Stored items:
# # # # # # #

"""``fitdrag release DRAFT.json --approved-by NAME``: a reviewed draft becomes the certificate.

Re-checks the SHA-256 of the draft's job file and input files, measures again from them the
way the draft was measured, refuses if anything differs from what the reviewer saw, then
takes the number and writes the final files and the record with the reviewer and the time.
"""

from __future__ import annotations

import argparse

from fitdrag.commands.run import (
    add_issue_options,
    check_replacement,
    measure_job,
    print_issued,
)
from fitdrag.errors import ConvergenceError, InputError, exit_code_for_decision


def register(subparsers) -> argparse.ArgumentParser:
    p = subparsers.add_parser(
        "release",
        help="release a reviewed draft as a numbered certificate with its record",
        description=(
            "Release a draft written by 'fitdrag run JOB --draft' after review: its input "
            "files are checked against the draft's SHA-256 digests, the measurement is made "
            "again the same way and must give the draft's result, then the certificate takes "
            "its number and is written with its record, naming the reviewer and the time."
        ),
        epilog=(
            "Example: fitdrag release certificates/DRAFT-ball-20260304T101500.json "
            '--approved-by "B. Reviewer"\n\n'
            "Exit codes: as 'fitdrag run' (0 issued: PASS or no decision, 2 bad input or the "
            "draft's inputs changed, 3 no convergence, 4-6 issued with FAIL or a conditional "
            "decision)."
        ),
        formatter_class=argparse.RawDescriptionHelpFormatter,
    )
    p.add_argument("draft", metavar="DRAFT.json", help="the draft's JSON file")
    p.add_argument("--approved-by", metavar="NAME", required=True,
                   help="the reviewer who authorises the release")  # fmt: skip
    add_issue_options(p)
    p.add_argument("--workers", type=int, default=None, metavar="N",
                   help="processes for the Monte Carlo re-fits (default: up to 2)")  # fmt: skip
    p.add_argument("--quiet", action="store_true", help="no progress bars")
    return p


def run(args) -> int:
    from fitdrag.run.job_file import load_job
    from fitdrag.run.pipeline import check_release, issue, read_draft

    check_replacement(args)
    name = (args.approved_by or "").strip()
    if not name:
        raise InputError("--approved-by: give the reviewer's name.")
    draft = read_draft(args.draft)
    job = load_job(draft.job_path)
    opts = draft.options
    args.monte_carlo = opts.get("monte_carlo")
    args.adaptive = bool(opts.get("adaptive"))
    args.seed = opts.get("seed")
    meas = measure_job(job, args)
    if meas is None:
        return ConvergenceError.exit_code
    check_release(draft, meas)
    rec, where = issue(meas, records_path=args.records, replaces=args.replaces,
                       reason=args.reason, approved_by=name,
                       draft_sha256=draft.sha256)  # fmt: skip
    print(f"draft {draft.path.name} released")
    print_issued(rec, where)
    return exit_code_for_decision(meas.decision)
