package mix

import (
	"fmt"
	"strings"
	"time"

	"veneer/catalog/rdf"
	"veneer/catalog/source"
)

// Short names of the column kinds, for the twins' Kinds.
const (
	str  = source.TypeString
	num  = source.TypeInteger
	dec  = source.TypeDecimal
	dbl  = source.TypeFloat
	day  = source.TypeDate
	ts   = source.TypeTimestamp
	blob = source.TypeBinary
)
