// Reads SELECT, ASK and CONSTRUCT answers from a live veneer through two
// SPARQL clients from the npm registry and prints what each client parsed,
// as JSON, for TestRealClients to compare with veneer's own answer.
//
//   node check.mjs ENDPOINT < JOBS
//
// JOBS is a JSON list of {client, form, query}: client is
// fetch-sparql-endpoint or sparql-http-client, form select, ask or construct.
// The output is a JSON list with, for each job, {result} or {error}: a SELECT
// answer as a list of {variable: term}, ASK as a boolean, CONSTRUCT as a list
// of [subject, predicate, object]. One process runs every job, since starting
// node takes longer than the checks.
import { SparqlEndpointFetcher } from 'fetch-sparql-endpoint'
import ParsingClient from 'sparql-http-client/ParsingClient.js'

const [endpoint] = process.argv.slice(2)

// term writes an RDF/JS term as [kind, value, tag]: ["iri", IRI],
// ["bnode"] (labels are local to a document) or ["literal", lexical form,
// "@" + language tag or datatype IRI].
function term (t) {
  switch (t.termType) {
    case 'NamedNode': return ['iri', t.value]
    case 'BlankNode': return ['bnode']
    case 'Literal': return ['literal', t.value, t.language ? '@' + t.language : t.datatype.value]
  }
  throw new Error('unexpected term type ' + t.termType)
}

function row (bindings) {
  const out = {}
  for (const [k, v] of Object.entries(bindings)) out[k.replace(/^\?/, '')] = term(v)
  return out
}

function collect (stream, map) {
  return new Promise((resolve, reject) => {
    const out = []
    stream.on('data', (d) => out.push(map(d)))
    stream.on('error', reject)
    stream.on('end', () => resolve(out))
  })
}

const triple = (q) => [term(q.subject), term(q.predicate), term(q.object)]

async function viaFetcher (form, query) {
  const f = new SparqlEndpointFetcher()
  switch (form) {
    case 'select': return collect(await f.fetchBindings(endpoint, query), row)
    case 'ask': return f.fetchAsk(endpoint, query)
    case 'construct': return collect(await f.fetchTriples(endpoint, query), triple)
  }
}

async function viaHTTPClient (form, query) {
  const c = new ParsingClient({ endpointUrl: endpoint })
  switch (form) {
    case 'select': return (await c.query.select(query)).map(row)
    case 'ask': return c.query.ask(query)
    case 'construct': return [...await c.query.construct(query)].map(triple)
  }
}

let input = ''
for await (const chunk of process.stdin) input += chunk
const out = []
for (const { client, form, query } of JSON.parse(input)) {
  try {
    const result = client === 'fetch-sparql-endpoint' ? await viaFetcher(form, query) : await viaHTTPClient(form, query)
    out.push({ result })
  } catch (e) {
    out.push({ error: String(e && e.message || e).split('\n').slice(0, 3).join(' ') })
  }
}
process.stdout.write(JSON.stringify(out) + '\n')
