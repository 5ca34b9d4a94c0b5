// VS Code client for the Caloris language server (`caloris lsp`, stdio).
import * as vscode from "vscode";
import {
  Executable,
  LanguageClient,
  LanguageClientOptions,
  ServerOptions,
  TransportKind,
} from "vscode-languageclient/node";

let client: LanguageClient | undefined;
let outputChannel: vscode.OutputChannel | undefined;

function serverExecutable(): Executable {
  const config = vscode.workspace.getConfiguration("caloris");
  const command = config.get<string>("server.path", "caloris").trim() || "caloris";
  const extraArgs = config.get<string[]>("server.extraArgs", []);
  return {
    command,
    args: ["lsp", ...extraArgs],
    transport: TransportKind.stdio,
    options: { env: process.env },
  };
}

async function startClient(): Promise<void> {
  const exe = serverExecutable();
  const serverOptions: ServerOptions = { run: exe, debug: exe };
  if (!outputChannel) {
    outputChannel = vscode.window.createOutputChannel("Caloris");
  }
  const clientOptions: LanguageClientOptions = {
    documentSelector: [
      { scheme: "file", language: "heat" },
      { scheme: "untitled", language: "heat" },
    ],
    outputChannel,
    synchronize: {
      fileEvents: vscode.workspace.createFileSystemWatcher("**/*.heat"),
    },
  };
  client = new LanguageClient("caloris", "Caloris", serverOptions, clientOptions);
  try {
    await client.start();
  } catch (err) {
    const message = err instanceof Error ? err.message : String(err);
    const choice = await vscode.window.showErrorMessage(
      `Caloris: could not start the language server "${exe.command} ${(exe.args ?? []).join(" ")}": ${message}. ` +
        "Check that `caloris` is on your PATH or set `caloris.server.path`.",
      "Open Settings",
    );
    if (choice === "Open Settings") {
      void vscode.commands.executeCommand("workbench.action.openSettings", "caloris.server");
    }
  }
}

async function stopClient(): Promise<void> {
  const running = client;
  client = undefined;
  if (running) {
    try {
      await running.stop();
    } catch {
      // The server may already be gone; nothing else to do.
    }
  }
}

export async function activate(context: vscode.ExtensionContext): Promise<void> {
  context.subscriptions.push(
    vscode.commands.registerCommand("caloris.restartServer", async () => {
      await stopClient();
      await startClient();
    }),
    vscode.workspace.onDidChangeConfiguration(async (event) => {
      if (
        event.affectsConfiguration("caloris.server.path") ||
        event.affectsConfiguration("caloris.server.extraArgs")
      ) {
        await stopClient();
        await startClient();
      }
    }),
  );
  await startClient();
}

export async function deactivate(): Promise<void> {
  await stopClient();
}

# # # # # # #

What you have to do: For each line of the entries that holds the word "checks", pull that line out.

Solution:
Re-checks the SHA-256 of the draft's job file and input files, measures again from them the
// node takes longer than the checks.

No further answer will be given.